+++ Dataset records +++

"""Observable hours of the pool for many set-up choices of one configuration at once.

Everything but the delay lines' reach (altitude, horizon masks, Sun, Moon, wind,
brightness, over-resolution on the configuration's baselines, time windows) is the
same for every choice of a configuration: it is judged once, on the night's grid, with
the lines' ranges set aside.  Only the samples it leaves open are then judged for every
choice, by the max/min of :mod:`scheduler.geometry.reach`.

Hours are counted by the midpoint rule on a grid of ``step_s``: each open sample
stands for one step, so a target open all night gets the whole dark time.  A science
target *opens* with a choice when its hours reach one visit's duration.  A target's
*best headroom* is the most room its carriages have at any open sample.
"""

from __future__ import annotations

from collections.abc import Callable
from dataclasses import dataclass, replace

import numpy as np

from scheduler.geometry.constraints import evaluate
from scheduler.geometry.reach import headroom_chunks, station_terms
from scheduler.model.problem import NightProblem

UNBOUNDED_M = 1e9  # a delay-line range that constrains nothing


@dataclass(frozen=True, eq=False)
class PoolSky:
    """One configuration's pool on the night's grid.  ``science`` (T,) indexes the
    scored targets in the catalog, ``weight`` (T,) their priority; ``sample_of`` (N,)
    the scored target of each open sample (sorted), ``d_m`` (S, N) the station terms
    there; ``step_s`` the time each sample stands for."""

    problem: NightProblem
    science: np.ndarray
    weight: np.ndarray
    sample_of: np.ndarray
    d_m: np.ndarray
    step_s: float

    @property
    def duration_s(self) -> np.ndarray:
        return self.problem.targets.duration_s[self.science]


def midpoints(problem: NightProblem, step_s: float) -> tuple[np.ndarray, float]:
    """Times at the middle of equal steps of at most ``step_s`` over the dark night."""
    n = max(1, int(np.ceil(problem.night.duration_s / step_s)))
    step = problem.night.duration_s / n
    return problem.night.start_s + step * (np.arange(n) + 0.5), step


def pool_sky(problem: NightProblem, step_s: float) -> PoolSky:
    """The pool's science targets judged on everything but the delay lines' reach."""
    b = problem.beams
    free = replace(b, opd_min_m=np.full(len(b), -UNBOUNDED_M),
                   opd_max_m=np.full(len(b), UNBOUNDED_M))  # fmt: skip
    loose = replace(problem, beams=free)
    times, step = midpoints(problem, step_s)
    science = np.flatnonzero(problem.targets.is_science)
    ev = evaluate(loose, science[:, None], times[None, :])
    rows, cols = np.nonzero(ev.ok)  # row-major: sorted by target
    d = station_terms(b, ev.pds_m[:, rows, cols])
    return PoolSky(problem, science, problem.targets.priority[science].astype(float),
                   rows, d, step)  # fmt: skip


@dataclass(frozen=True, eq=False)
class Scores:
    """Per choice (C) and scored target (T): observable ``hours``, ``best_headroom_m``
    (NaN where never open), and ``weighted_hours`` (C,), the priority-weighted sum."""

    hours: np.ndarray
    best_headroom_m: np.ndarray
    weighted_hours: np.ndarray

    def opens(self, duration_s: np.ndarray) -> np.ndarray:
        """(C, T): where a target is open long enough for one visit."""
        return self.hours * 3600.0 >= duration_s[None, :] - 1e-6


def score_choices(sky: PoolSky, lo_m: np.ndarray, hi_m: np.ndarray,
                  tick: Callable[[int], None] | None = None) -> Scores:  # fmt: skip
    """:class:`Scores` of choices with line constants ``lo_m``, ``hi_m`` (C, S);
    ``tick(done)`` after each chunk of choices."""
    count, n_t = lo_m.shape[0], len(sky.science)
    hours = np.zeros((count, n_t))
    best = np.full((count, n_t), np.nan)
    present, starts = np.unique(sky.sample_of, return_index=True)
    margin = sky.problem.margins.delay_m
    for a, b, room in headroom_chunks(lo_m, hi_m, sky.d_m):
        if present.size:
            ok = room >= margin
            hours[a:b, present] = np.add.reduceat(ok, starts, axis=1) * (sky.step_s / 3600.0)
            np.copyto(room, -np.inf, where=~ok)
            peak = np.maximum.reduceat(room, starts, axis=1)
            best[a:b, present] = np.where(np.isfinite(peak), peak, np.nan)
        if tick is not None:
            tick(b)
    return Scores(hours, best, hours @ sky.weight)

+++
+++ Dataset records +++

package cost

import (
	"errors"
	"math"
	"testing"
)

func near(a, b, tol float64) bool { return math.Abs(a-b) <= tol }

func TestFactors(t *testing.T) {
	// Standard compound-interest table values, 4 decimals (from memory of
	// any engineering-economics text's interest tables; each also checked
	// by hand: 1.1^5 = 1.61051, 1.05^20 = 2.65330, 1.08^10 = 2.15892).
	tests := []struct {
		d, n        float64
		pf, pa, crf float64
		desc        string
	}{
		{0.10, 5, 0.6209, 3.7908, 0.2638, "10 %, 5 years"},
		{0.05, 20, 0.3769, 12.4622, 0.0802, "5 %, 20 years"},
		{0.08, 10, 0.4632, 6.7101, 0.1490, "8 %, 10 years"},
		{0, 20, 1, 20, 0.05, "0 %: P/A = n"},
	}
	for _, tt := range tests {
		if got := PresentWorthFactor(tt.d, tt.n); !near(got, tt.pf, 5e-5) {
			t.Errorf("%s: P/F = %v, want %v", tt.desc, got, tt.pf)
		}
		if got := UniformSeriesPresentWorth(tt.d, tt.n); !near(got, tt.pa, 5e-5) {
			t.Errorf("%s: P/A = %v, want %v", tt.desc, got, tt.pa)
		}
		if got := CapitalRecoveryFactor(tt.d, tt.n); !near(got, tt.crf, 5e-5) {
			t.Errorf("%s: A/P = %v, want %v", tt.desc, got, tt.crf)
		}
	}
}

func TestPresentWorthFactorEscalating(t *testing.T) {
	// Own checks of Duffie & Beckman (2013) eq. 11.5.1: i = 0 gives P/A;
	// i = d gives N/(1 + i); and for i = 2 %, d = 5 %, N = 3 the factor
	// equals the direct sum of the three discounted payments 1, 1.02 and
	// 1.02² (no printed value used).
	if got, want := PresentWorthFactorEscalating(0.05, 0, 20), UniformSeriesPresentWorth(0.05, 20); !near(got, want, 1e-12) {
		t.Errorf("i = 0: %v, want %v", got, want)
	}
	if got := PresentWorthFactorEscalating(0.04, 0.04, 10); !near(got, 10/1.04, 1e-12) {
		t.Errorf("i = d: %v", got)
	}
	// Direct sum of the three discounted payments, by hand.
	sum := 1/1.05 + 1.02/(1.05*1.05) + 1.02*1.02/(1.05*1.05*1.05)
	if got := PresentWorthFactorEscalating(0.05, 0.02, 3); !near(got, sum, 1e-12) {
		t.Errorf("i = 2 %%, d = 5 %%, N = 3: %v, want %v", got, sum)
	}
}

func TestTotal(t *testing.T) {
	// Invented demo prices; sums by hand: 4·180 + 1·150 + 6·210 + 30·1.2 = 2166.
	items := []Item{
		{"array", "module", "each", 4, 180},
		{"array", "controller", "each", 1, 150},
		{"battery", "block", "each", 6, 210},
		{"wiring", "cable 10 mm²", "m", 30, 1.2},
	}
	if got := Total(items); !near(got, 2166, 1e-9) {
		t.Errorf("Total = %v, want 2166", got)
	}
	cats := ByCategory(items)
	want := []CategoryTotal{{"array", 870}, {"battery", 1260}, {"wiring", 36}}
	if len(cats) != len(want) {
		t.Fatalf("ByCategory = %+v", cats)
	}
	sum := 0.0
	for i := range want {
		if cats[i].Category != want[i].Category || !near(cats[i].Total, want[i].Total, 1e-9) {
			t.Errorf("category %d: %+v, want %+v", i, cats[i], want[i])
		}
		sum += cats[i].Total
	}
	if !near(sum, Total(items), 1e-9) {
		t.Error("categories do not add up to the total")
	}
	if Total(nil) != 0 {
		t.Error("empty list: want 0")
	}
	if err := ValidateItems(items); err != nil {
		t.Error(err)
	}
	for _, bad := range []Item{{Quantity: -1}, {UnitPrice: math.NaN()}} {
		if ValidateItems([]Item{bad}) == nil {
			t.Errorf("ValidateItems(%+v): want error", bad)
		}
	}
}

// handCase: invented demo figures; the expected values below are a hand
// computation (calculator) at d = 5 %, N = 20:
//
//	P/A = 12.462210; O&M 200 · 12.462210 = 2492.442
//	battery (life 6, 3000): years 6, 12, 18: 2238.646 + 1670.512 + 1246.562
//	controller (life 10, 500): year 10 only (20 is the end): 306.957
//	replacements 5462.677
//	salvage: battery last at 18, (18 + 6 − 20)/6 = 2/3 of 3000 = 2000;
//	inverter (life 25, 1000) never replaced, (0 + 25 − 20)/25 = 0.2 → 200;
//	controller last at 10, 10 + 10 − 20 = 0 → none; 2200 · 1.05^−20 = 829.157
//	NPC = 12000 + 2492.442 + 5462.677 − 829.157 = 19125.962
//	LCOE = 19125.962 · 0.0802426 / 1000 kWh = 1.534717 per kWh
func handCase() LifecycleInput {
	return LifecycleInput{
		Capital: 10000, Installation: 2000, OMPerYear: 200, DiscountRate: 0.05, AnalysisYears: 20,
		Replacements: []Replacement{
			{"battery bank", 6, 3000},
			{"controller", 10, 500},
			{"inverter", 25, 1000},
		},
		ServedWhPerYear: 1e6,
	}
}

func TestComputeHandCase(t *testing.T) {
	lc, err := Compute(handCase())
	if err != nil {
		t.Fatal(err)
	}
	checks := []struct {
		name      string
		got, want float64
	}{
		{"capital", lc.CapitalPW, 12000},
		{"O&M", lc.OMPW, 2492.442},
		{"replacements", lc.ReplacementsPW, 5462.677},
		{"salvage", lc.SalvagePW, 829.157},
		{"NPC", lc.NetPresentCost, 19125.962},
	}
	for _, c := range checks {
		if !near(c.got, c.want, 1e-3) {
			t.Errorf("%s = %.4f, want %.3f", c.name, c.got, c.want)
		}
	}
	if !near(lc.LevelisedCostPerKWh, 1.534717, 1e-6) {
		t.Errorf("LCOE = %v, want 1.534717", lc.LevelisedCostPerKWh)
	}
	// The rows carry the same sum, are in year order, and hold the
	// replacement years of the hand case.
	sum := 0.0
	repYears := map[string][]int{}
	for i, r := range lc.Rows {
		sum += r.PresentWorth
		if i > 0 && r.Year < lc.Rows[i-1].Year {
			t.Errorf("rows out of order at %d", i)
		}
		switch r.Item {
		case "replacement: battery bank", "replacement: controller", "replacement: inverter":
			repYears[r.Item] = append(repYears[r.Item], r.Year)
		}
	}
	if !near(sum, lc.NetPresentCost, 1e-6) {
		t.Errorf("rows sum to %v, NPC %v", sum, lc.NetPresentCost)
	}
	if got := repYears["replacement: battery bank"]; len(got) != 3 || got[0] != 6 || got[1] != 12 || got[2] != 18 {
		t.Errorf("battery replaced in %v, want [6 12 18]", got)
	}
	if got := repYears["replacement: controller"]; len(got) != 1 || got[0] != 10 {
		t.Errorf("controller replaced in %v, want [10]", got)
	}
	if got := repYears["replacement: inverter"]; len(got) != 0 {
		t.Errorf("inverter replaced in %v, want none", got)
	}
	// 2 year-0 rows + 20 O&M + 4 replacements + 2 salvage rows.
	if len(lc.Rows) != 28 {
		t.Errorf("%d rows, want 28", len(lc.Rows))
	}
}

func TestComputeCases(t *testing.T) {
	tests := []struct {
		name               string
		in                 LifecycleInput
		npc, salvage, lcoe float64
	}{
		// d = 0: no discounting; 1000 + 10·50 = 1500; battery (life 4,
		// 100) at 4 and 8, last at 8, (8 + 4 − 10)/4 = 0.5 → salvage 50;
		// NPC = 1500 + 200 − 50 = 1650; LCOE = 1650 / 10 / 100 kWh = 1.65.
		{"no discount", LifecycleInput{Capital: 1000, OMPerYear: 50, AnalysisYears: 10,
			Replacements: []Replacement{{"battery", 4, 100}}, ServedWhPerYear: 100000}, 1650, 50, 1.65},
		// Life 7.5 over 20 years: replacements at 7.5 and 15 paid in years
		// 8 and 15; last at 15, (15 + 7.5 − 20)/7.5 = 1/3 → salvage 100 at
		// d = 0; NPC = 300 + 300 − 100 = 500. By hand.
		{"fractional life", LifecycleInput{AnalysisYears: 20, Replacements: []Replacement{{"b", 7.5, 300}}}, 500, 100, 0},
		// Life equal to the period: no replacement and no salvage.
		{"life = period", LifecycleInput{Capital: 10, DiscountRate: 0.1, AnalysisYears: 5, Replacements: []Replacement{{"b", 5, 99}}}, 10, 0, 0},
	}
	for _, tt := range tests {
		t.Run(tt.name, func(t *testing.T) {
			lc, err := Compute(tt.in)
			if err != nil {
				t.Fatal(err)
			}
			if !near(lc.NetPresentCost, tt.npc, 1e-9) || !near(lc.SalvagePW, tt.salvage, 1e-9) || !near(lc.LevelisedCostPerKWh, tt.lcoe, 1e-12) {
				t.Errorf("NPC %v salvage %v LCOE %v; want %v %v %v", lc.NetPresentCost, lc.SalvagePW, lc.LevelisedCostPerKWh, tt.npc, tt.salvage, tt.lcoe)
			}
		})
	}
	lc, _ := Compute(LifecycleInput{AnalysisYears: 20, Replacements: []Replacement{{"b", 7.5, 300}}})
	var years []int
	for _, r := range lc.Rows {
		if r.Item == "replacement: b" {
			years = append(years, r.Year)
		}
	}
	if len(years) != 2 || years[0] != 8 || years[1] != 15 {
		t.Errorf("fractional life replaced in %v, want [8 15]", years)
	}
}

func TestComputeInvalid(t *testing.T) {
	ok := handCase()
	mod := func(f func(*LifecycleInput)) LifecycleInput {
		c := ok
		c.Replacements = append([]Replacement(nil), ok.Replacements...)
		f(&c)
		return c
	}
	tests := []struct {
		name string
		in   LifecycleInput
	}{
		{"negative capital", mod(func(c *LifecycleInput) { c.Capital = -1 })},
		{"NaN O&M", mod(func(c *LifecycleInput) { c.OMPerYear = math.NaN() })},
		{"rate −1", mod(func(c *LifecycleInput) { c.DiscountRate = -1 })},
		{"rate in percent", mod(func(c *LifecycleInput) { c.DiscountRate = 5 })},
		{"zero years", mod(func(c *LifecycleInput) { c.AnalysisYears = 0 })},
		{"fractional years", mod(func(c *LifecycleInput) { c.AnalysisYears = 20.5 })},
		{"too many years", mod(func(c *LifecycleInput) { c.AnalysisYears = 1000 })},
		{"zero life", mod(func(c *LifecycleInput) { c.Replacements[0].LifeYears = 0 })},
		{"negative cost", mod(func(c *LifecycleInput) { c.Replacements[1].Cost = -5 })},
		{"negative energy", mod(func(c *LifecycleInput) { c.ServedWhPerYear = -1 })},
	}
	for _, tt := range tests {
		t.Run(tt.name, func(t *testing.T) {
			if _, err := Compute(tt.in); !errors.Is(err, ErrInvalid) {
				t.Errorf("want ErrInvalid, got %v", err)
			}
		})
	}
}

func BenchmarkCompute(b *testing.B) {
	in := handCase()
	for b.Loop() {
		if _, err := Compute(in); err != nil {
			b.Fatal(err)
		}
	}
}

+++
+++ Dataset records +++

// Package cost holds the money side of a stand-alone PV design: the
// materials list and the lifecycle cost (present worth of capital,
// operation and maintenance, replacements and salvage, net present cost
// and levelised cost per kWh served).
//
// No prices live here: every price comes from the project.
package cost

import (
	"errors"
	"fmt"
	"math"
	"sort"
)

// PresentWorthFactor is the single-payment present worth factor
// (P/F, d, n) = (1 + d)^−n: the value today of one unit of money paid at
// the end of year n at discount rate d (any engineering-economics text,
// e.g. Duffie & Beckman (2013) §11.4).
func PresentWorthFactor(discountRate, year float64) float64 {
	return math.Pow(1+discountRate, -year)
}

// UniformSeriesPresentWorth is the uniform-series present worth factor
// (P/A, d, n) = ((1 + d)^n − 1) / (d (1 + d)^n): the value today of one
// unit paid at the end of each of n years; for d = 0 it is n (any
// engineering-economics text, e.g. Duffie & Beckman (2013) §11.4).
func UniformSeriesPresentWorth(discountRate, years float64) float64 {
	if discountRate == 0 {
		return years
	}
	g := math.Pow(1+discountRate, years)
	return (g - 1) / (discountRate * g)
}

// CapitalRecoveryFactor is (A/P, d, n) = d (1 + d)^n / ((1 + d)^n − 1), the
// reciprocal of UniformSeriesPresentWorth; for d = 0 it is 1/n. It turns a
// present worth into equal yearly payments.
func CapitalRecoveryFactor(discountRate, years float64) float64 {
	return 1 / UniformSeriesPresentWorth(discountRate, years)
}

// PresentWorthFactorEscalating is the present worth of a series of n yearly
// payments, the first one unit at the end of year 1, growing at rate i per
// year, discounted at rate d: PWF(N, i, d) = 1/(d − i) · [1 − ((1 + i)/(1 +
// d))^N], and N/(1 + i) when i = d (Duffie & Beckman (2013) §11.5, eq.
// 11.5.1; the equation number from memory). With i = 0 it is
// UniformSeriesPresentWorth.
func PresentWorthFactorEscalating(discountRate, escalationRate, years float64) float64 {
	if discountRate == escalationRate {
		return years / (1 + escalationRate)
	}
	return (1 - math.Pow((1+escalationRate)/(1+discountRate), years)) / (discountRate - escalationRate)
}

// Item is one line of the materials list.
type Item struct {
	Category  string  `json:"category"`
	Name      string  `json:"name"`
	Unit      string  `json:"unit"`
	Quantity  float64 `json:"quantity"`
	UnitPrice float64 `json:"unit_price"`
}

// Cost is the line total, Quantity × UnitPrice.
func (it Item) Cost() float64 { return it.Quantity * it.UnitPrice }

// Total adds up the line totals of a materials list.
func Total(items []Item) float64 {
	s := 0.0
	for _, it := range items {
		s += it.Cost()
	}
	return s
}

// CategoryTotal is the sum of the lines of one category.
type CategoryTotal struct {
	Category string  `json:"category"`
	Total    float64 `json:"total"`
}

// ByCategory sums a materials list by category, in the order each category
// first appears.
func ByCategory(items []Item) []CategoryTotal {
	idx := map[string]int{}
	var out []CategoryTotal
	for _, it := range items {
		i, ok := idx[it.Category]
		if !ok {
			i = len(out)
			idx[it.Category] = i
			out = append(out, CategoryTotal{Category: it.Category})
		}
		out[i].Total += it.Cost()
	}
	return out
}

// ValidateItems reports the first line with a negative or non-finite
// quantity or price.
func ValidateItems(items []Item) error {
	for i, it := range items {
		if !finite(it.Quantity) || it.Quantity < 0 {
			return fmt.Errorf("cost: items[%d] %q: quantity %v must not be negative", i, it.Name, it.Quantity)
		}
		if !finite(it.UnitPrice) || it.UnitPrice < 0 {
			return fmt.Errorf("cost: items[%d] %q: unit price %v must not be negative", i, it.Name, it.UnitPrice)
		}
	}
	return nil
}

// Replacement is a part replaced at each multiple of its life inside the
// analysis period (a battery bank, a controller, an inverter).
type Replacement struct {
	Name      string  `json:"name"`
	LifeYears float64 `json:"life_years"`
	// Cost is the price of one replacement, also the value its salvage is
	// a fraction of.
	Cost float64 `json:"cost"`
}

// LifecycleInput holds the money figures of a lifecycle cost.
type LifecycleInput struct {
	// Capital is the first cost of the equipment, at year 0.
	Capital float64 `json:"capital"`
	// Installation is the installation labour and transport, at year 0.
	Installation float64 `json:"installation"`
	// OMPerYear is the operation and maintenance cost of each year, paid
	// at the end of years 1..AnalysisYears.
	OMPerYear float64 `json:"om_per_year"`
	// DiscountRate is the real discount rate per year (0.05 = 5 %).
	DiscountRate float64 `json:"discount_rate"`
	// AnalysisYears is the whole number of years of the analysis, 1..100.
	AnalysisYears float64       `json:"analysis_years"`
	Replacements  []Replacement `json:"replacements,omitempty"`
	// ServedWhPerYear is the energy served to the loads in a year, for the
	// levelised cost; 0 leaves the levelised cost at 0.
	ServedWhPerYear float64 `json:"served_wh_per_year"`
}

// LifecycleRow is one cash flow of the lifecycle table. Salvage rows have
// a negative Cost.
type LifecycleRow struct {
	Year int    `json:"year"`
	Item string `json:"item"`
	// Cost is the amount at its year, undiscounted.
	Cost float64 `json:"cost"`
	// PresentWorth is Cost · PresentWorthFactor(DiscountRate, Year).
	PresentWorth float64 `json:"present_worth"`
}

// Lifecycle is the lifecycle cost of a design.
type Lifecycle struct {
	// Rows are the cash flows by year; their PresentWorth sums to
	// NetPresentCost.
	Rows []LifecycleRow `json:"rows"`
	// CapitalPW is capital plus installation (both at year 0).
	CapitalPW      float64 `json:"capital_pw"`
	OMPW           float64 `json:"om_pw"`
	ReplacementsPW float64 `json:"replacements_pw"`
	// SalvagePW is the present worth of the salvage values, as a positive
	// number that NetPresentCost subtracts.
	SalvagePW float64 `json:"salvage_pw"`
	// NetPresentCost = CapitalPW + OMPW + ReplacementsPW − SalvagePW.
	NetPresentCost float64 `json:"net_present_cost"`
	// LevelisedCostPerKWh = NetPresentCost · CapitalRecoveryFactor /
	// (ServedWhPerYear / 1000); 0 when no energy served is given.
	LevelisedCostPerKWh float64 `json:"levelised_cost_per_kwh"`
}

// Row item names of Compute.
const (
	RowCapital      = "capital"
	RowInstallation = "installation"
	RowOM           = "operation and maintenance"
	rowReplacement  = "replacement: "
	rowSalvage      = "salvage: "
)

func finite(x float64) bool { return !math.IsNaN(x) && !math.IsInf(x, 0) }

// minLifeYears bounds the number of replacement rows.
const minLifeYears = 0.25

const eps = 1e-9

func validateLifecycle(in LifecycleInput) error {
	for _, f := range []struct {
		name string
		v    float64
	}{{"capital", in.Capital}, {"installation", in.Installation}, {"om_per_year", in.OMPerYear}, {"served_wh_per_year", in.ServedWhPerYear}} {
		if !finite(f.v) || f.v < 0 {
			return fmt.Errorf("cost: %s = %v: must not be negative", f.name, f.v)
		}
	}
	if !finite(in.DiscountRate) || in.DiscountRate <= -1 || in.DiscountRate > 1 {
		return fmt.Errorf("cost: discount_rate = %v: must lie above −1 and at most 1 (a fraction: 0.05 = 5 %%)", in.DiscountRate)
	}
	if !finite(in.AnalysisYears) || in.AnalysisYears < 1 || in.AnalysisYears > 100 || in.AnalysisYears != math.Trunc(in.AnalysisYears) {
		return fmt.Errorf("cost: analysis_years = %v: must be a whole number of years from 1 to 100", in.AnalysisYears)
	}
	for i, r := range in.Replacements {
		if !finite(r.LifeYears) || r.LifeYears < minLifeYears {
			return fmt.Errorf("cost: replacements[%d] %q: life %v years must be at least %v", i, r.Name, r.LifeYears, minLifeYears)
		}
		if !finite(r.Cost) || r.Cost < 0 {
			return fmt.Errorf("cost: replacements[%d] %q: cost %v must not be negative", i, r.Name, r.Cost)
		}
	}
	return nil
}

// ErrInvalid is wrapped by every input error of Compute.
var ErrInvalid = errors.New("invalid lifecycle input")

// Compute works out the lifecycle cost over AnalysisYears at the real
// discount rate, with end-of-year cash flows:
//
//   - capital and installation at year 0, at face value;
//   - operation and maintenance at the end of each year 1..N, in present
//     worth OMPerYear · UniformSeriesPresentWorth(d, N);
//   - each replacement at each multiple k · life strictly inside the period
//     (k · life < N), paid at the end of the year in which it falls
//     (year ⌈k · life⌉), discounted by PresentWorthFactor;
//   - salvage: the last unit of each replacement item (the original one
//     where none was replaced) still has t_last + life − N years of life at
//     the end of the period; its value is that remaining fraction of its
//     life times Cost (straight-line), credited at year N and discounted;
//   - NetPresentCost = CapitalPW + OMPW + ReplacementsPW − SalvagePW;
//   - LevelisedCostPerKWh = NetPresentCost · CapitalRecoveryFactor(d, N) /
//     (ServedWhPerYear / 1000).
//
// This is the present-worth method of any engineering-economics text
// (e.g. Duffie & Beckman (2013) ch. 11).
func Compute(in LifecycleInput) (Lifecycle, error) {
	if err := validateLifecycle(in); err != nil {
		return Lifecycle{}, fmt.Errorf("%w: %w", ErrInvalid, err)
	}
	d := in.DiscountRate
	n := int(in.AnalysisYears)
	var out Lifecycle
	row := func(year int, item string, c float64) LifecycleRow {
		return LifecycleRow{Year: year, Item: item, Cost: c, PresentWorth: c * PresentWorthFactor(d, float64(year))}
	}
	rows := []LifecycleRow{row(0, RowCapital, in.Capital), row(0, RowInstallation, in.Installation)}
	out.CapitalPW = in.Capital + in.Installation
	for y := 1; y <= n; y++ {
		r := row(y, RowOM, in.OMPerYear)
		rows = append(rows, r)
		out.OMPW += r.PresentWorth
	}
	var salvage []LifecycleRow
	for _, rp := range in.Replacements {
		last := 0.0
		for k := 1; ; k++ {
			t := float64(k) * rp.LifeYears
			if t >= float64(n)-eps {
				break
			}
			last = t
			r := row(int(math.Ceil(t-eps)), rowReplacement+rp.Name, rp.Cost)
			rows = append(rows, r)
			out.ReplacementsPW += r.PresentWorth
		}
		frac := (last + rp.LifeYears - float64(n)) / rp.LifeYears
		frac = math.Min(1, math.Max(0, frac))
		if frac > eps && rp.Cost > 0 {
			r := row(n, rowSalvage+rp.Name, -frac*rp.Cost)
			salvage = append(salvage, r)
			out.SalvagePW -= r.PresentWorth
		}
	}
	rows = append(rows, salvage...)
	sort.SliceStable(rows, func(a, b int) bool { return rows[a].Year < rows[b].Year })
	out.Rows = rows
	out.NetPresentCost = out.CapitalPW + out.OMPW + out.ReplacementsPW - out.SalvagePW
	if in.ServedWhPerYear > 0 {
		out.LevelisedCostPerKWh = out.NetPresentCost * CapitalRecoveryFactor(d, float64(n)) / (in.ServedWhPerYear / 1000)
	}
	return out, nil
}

+++

[Task instructions]
Your answer should be the lines above, from the line containing "weighted_hours: np.ndarray" up to and including the line containing "return Scores(hours, best, hours", reproduced exactly and with nothing else.

[Task result]
    weighted_hours: np.ndarray

    def opens(self, duration_s: np.ndarray) -> np.ndarray:
        """(C, T): where a target is open long enough for one visit."""
        return self.hours * 3600.0 >= duration_s[None, :] - 1e-6


def score_choices(sky: PoolSky, lo_m: np.ndarray, hi_m: np.ndarray,
                  tick: Callable[[int], None] | None = None) -> Scores:  # fmt: skip
    """:class:`Scores` of choices with line constants ``lo_m``, ``hi_m`` (C, S);
    ``tick(done)`` after each chunk of choices."""
    count, n_t = lo_m.shape[0], len(sky.science)
    hours = np.zeros((count, n_t))
    best = np.full((count, n_t), np.nan)
    present, starts = np.unique(sky.sample_of, return_index=True)
    margin = sky.problem.margins.delay_m
    for a, b, room in headroom_chunks(lo_m, hi_m, sky.d_m):
        if present.size:
            ok = room >= margin
            hours[a:b, present] = np.add.reduceat(ok, starts, axis=1) * (sky.step_s / 3600.0)
            np.copyto(room, -np.inf, where=~ok)
            peak = np.maximum.reduceat(room, starts, axis=1)
            best[a:b, present] = np.where(np.isfinite(peak), peak, np.nan)
        if tick is not None:
            tick(b)
    return Scores(hours, best, hours @ sky.weight)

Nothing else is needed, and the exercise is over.